Supplementary material for this article is online at http://dx.doi.org/10.7589/JWD-D-22-00049.
We thank Kim Tisdale, Brad Bauman, Travis Hawks, Cody Byrne, Karie Wright, Matt Maples, and Chris Crookshanks (Nevada Department of Wildlife; NDOW) for sample collections and field assistance and Gary R. Cottle (Naval Air Station Fallon), Rob Lovich (Department of Defense Partners in Amphibian and Reptile Conservation), and James Harter (US Fish and Wildlife Service [USFWS]) for permission, assistance, and access from 2011 to 2014. Clara Cardillo, Matthew Cook, Kristen Fouts, Chris Garrison, Samuel Malone, and Kelsey Ruehling provided field assistance in 2019–2021. M.J.F. received funding from National Science Foundation IGERT Grants 0903551 and 0333444, Grant 84320-B-J623 from USFWS, The Halliday Fund, and travel support from the Center for Marine Biodiversity and Conservation and the Scripps Institution of Oceanography Graduate Department.

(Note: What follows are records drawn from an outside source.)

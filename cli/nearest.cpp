#include "nearest.hpp"

#include <algorithm>
#include <numeric>
#include <vector>

namespace runnel_cli {

namespace {

/// Letters to insert, drop or replace, and neighbours to exchange (optimal string alignment).
std::size_t steps_between(std::string_view a, std::string_view b) {
    std::vector<std::size_t> before(b.size() + 1);
    std::vector<std::size_t> above(b.size() + 1);
    std::vector<std::size_t> row(b.size() + 1);
    std::iota(above.begin(), above.end(), std::size_t{0});
    for (std::size_t i = 1; i <= a.size(); ++i) {
        row[0] = i;
        for (std::size_t j = 1; j <= b.size(); ++j) {
            const std::size_t changed = above[j - 1] + (a[i - 1] == b[j - 1] ? 0 : 1);
            row[j] = std::min({above[j] + 1, row[j - 1] + 1, changed});
            if (i > 1 && j > 1 && a[i - 1] == b[j - 2] && a[i - 2] == b[j - 1]) {
                row[j] = std::min(row[j], before[j - 2] + 1);
            }
        }
        before.swap(above);
        above.swap(row);
    }
    return above[b.size()];
}

} // namespace

std::string nearest(std::string_view word, std::span<const std::string> words) {
    std::string best;
    std::size_t least = word.size() / 3 + 2;
    for (const std::string& candidate : words) {
        const std::size_t steps = steps_between(word, candidate);
        if (steps < least && steps < candidate.size()) {
            least = steps;
            best = candidate;
        }
    }
    return best;
}

} // namespace runnel_cli
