#include "command_line.hpp"

int main(int count, char** arguments) {
    return runnel_cli::run(count, arguments);
}
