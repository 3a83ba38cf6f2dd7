#pragma once

#include <span>
#include <string>
#include <string_view>

namespace runnel_cli {

/// The word of a list that a mistyped one likely stands for; empty: none is near.
[[nodiscard]] std::string nearest(std::string_view word, std::span<const std::string> words);

} // namespace runnel_cli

We thank the US Bureau of Land Management, USFWS, US Navy, and US Geological Survey (USGS) Ecosystems Mission Area for funding sample collection and analysis for 2019–2021. During 2011–2014, samples were collected under NDOW Scientific Collection Permit (SCP) 34992. All work in 2019–2021 was conducted under NDOW SCP 39384 and USGS Institutional Animal Care and Use Protocol WERC-2014-01. Any use of trade, firm, or product names is for descriptive purposes only and does not imply endorsement by the US Government. This is contribution 858 of the USGS Amphibian Research and Monitoring Initiative.